An example: Principal Jones notices that Teacher Smith sends more kids to the office than anyone else. But Jones has not personally observed Teacher Smith.  Instead, Principal Jones uses the office referrals to infer that Teacher Smith is weak in classroom management. 

Principal Jones is on shaky ground.  Until there is classroom observation to support the appraisal rating, there can be no deficiency based solely on an inference.  The same goes for that teacher who deviates from scope and sequence.
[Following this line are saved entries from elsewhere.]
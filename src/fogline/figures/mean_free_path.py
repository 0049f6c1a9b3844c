"""Mean free path at the Lyman limit against redshift, both definitions."""

from __future__ import annotations

from typing import Final

import numpy as np
from matplotlib.axes import Axes
from matplotlib.figure import Figure

from fogline.cosmology import Cosmology
from fogline.datasets import DataSet
from fogline.figures.axis import plain_log_ticks, redshift_axis
from fogline.figures.bands import OUTER_NOTE, Band, draw_band, table_band
from fogline.figures.conventions import joined, other_cosmology
from fogline.figures.data_points import ToDisplay
from fogline.figures.inputs import FigureInputs
from fogline.figures.shown import Shown, convention_note, draw_along_z
from fogline.figures.style import (
    MODEL,
    ONE_COLUMN,
    SECOND_MODEL,
    add_note,
    legend_above,
    new_figure,
    readable,
    styled,
)
from fogline.quantities.mean_free_path import length_unit

DEFINITIONS: Final = {
    "local": (MODEL, "-", "local: inverse opacity", True),
    "unit_depth": (SECOND_MODEL, "--", "unit depth: flux falls to $1/e$", False),
}
"""Colour and line of the curve, label, and whether symbols are filled, by definition."""


@styled
def draw(inputs: FigureInputs) -> Figure:
    """Draw the proper mean free path; filled symbols are local, open ones unit depth.

    Parameters
    ----------
    inputs : FigureInputs

    Returns
    -------
    matplotlib.figure.Figure
    """
    shown = [_shown(data, inputs) for data in inputs.of_quantity("mean_free_path")]
    figure = new_figure(inputs, ONE_COLUMN, 2.6)
    axes = figure.subplots()
    axes.set_yscale("log")
    for definition, (colour, line, label, _) in DEFINITIONS.items():
        band = table_band(inputs.tables["mean_free_path"], "z", definition)
        draw_band(axes, band, colour=colour, line=line, label=label, outer="lines")
    draw_along_z(axes, inputs, shown)
    axes.set_ylabel(r"mean free path at 912 Å [proper Mpc]")
    redshift_axis(axes, inputs, inputs.of_quantity("mean_free_path"))
    _limit_axis(axes, inputs, shown)
    plain_log_ticks(axes.yaxis)
    legend_above(figure, axes)
    add_note(figure, [OUTER_NOTE, *_reach_note(inputs), *convention_note(shown)])
    return figure


def _shown(data: DataSet, inputs: FigureInputs) -> Shown:
    *_, filled = DEFINITIONS[data.meta["definition"]]
    setting = inputs.fit.setting
    frame = "" if data.meta["frame"] == "proper" else "comoving$/(1+z)$"
    return Shown(
        data,
        to_mpc(data, data.cosmology or setting.cosmology),
        joined((frame, other_cosmology(data, setting))),
        filled=filled,
        note=readable(data.meta["definition"]),
    )


def to_mpc(data: DataSet, cosmology: Cosmology) -> ToDisplay:
    """Return the factor from a file's lengths to proper Mpc, with the file's own h.

    Comoving lengths are divided by 1 + z of their row, which makes local ones proper. Over a unit
    depth the factor falls towards the observer: such a number is to be held against its own
    prediction, not against the curve.
    """
    factor = np.full(data.n_rows, 1.0 / length_unit(data.unit, cosmology))
    if data.meta["frame"] == "comoving":
        factor /= 1.0 + data.z
    return lambda length: length * factor


def _reach_note(inputs: FigureInputs) -> list[str]:
    upper = np.asarray(inputs.tables["mean_free_path"]["unit_depth_hi95"], float)
    if np.isfinite(upper).all():
        return []
    return ["Running off the top: beyond reach, the depth stays below 1 down to $z = 0$."]


def _limit_axis(axes: Axes, inputs: FigureInputs, shown: list[Shown]) -> None:
    """Fit the axis to what is finite: beyond reach a band runs off the top."""
    table = inputs.tables["mean_free_path"]
    ends = [_finite_ends(table_band(table, "z", name)) for name in DEFINITIONS]
    values = [item.to_display(item.data.observed) for item in shown]
    ends += [(float(v.min()), float(v.max())) for v in values]
    axes.set_ylim(0.75 * min(lo for lo, _ in ends), 1.4 * max(hi for _, hi in ends))


def _finite_ends(band: Band) -> tuple[float, float]:
    return float(band.lo95.min()), float(band.hi68[np.isfinite(band.hi68)].max())
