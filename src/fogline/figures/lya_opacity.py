"""Lyα effective optical depth against redshift, and what higher lines of the series add."""

from __future__ import annotations

import numpy as np
from matplotlib.figure import Figure
from numpy.typing import NDArray

from fogline.datasets import DataSet
from fogline.derived.base import LLS_LOG_NHI
from fogline.figures.axis import plain_log_ticks, redshift_axis
from fogline.figures.bands import draw_band, table_band
from fogline.figures.conventions import other_columns
from fogline.figures.data_points import ToDisplay
from fogline.figures.inputs import FigureInputs
from fogline.figures.shown import Shown, convention_note, draw_along_z
from fogline.figures.style import ONE_COLUMN, add_note, legend_above, new_figure, styled
from fogline.quantities.lyman_series_opacity import LINES

Array = NDArray[np.float64]

SYMBOLS = {name: rf"Ly$\{name}$" for name in LINES}
"""Higher lines in labels."""

FORM_NOTES = {"tau": "", "mean_flux": r"$-\ln F$", "decrement": r"$-\ln(1-D)$"}
"""How a label says that the file states something else than an optical depth."""


@styled
def draw(inputs: FigureInputs) -> Figure:
    """Draw τ_eff with its bands and every data set, as an optical depth.

    Parameters
    ----------
    inputs : FigureInputs

    Returns
    -------
    matplotlib.figure.Figure
    """
    setting = inputs.fit.setting
    shown = [
        Shown(
            data,
            to_tau(data),
            other_columns(data, setting, -np.inf, LLS_LOG_NHI),
            note=FORM_NOTES[data.meta["form"]],
        )
        for data in inputs.of_quantity("lya_opacity")
    ]
    series = inputs.of_quantity("lyman_series_opacity")
    shown += [
        Shown(data, to_tau(data), series_note(data), filled=False, note=FORM_NOTES[form])
        for data in series
        for form in [data.meta["form"]]
    ]
    figure = new_figure(inputs, ONE_COLUMN, 2.6)
    axes = figure.subplots()
    draw_band(axes, table_band(inputs.tables["lya_opacity"], "z"), label="fit (68%, 95%)")
    draw_along_z(axes, inputs, shown)
    axes.set_ylabel(r"Ly$\alpha$ effective optical depth $\tau_\mathrm{eff}$")
    axes.set_yscale("log")
    redshift_axis(axes, inputs, [*inputs.of_quantity("lya_opacity"), *series])
    plain_log_ticks(axes.yaxis)
    legend_above(figure, axes)
    columns = rf"Curve: $\log N = {setting.column_range[0]:g}$–${LLS_LOG_NHI:g}$."
    add_note(figure, [columns, *convention_note(shown)])
    return figure


def series_note(data: DataSet) -> str:
    """Return which line a data set of a higher line speaks of, and of what in front of it."""
    symbol = SYMBOLS[data.meta["line"]]
    return symbol if data.meta["foreground"] == "removed" else f"{symbol} with foreground"


def to_tau(data: DataSet) -> ToDisplay:
    """Return the map from a file's form to optical depth, one to one."""
    form = data.meta["form"]
    if form == "mean_flux":
        return lambda flux: -np.log(flux)
    if form == "decrement":
        return lambda decrement: -np.log1p(-decrement)
    return lambda tau: tau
The wise principal will investigate that situation and talk to the teacher about why this is happening.  HB 4310 tells us to let the teacher decide how strictly scope and sequence must be followed…at least until the administrator observes in the classroom.
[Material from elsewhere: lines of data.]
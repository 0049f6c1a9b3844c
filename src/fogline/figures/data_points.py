"""How the rows of a data set are put on an axis.

Data are shown as measured. The only changes are those of a number's form, applied to value and
errors' ends alike: a unit factor, -ln of a mean flux, a logarithm, a count over its searched path.
Where a file's convention is not that of the curve, the prediction in the file's own convention is
drawn beside each point (`draw_predictions`).
"""

from __future__ import annotations

from collections.abc import Callable
from dataclasses import dataclass
from typing import Final

import numpy as np
from matplotlib.axes import Axes
from matplotlib.path import Path
from matplotlib.transforms import Transform, offset_copy
from numpy.typing import NDArray
from scipy.stats import chi2

from fogline.datasets import DataSet
from fogline.figures.style import DataStyle

Array = NDArray[np.float64]
ToDisplay = Callable[[Array], Array]

ONE_SIGMA_TAIL: Final = 0.15865525393145707
"""Probability beyond one standard deviation on one side."""

ARROW_SIZE: Final = 20.0
"""Marker size that makes a limit's arrow half as long [pt]."""

BESIDE: Final = 4.0
"""Distance of a prediction from its datum [pt]."""

_ARROW: Final = np.array([(0.0, 0.0), (0.0, 1.0), (-0.22, 0.68), (0.0, 1.0), (0.22, 0.68)])
_CODES: Final = [Path.MOVETO, Path.LINETO, Path.MOVETO, Path.LINETO, Path.LINETO]
ARROWS: Final = {sign: Path(-sign * _ARROW, _CODES) for sign in (1, -1)}
"""Markers of upper (down) and lower (up) limits, their tails at the limit."""


@dataclass(frozen=True)
class Points:
    """Rows of a data set in the coordinates of an axis.

    Parameters
    ----------
    x, x_lo, x_hi : ndarray, shape (n_rows,)
        Position and ends of the bin.
    y, y_lo, y_hi : ndarray, shape (n_rows,)
        Value and ends of its 68% error; a limit's own value where `limit` is not 0.
    limit : ndarray of int, shape (n_rows,)
        +1 upper, -1 lower, 0 none, on this axis.
    """

    x: Array
    x_lo: Array
    x_hi: Array
    y: Array
    y_lo: Array
    y_hi: Array
    limit: NDArray[np.int64]


def poisson_interval(count: Array) -> tuple[Array, Array]:
    """Return the central 68.3% interval of a Poisson mean, given a count.

    Parameters
    ----------
    count : ndarray

    Returns
    -------
    lo, hi : ndarray
        Garwood (1936, Biometrika 28, 437); lo is 0 for a count of 0.
    """
    tail = ONE_SIGMA_TAIL
    # chi2 with 0 degrees of freedom is undefined; the interval of no count starts at 0.
    lo = np.where(count > 0, 0.5 * chi2.ppf(tail, 2.0 * np.maximum(count, 1.0)), 0.0)
    return lo, np.asarray(0.5 * chi2.isf(tail, 2.0 * count + 2.0))


def file_intervals(data: DataSet) -> tuple[Array, NDArray[np.int64]]:
    """Return lower end, value, upper end of every row in the file's numbers, and the limits.

    Returns
    -------
    ndarray, shape (3, n_rows)
        Counts as counts; a count of 0 is the upper limit at the file's confidence.
    ndarray of int, shape (n_rows,)
        +1 upper, -1 lower, 0 none.
    """
    if not data.counts:
        lo, hi = data.observed - data.err_lo, data.observed + data.err_hi
        return np.array([lo, data.observed, hi]), data.limit
    lo, hi = poisson_interval(data.observed)
    none = data.observed == 0
    value = np.where(none, -np.log1p(-data.confidence), data.observed)
    return np.array([lo, value, hi]), none.astype(np.int64)


def per_path(data: DataSet) -> ToDisplay:
    """Return the map from a file's numbers to numbers per unit path: identity but for counts."""
    return (lambda v: v / data.search_path) if data.counts else (lambda v: v)


def along_z(data: DataSet, to_display: ToDisplay) -> Points:
    """Return the rows of a data set against redshift.

    Parameters
    ----------
    data : DataSet
    to_display : callable
        Maps the file's numbers, shape (..., n_rows), to those of the axis; monotonic.
    """
    return _points(data, to_display, data.z_lo, data.z, data.z_hi)


def along_columns(data: DataSet, to_display: ToDisplay) -> Points:
    """Return the rows of a data set against log N; parameters as in `along_z`."""
    middle = 0.5 * (data.log_nhi_lo + data.log_nhi_hi)
    return _points(data, to_display, data.log_nhi_lo, middle, data.log_nhi_hi)


def _points(data: DataSet, to_display: ToDisplay, x_lo: Array, x: Array, x_hi: Array) -> Points:
    ends, limit = file_intervals(data)
    with np.errstate(divide="ignore", invalid="ignore"):
        lo, y, hi = to_display(ends)
        falls = to_display(ends[1] * 1.001) < y
    # -ln F turns an upper limit of the flux into a lower one of the optical depth.
    limit = np.where(falls, -limit, limit)
    return Points(x, x_lo, x_hi, y, np.minimum(lo, hi), np.maximum(lo, hi), limit)


def draw_points(
    axes: Axes, points: Points, style: DataStyle, *, filled: bool = True, label: str = ""
) -> None:
    """Draw data: symbols with errors, bins as horizontal bars, limits as arrows.

    Parameters
    ----------
    axes : Axes
    points : Points
    style : DataStyle
    filled : bool
        Whether symbols are filled; a figure may use it to tell definitions apart.
    label : str
        Other than the style's own.
    """
    container = axes.errorbar(
        points.x,
        points.y,
        xerr=[points.x - points.x_lo, points.x_hi - points.x],
        yerr=[_bar(points, points.y - points.y_lo), _bar(points, points.y_hi - points.y)],
        fmt=style.marker,
        color=style.colour,
        markerfacecolor=style.colour if filled else "white",
        markeredgewidth=0.8,
        markersize=4.0,
        elinewidth=0.8,
        zorder=4,
        label=label or style.label,
    )
    container.lines[0].set_gid(f"data:{style.label}")
    for sign, arrow in ARROWS.items():
        _draw_arrows(axes, points, points.limit == sign, arrow, style.colour)


def _bar(points: Points, length: Array) -> Array:
    """Return the lengths of error bars: none for limits, off the axis where there is no end."""
    reach = 10.0 * np.abs(points.y) + 1.0
    bounded = np.where(np.isfinite(length), np.minimum(length, reach), reach)
    return np.where(points.limit == 0, bounded, 0.0)


def _draw_arrows(
    axes: Axes, points: Points, rows: NDArray[np.bool_], arrow: Path, colour: str
) -> None:
    if rows.any():
        axes.plot(
            points.x[rows],
            points.y[rows],
            linestyle="none",
            marker=arrow,
            markersize=ARROW_SIZE,
            markeredgewidth=0.8,
            color=colour,
            fillstyle="none",
            zorder=3.9,
            label="_limit",
        )


def draw_predictions(
    axes: Axes, x: Array, predicted: Array, style: DataStyle, *, label: str = "_prediction"
) -> None:
    """Draw the predictions of a data set's rows, in its own convention, beside the data.

    Parameters
    ----------
    axes : Axes
    x : ndarray, shape (n_rows,)
        Where the data are; predictions stand a few points to the right.
    predicted : ndarray, shape (3, n_rows)
        Ends and middle of the 68% band, in the numbers of the axis, in any order of the ends.
    style : DataStyle
    label : str
        For legends; none by default.
    """
    lo, middle, hi = np.sort(predicted, axis=0)
    finite = np.isfinite(predicted).all(axis=0)
    container = axes.errorbar(
        x[finite],
        middle[finite],
        yerr=[(middle - lo)[finite], (hi - middle)[finite]],
        fmt="o",
        color=style.colour,
        markersize=2.6,
        markerfacecolor="white",
        markeredgewidth=0.7,
        elinewidth=2.0,
        transform=_beside(axes),
        zorder=3.5,
        label=label,
    )
    container.lines[0].set_gid(f"prediction:{style.label}")


def _beside(axes: Axes) -> Transform:
    return offset_copy(axes.transData, axes.get_figure(root=True), x=BESIDE, units="points")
DAWG BONE: DON’T INFER.  OBSERVE.  AND WHILE YOU’RE AT IT, LET’S NOT CONFUSE “INFER” WITH “IMPLY.”

Tomorrow: our new mental health bill

Toolbox Tuesday!! A new case about restraint.

Toolbox Tuesday is all about the ten tools that we present in a full day training program dealing with the management and discipline of students with disabilities.  One of those tools, in fact the most important one, is Tool #1—a BIP.  When we talk about BIPs, we emphasize that a BIP should not restrict the use of physical restraint in an emergency.  State law and regulation restricts the use of restraint, and our new law pertaining to “aversive techniques” needs to be considered as well. But even with all those restrictions in place, there are times when some use of physical restraint is required to prevent greater harm.

But how do you respond to the parent of a student whose disabilities may be the direct cause of their loss of control?  You can understand the parents’ desire that schools not use physical restraint with their child.  But you are responsible for safety, and sometimes there is no alternative.  Can you use physical restraint on a student with an emotional disturbance when the disability is the direct cause of the student’s violent behavior? 

This came up in a recent federal court case from Kansas.  The court ruled in favor of the school district in a case where the parent alleged that the district used restraint to deal with behavior that was a manifestation of disability.  The parent argued that this amounted to disability discrimination in violation of Section 504 and the ADA.  The court refuted that argument, citing 10th Circuit precedent that permits certain types of “regulation” of conduct even when the behavior is a manifestation of disability:

Even though E.C. alleges that all of his actions were “manifestations of his disability,” the 10th Circuit has specifically held that “a student’s conduct may be regulated,” even if it is a “manifestation of his disability.” 

This is a fundamental point that is often overlooked.  The manifestation process is required only when the school proposes a disciplinary removal that amounts to a change of placement.  Other forms of regulation of conduct, such as restraint, are permitted even when behavior is a manifestation.

The case is E.C. v. USD 385 Andover. We found it at 74 IDELR 94 (D.C. Kan. 2019).

DAWG BONE: RESTRAINT IS NEVER THE FAVORED OPTION, BUT IT HAS TO BE AN OPTION.

Tomorrow: That teacher who deviates from scope and sequence.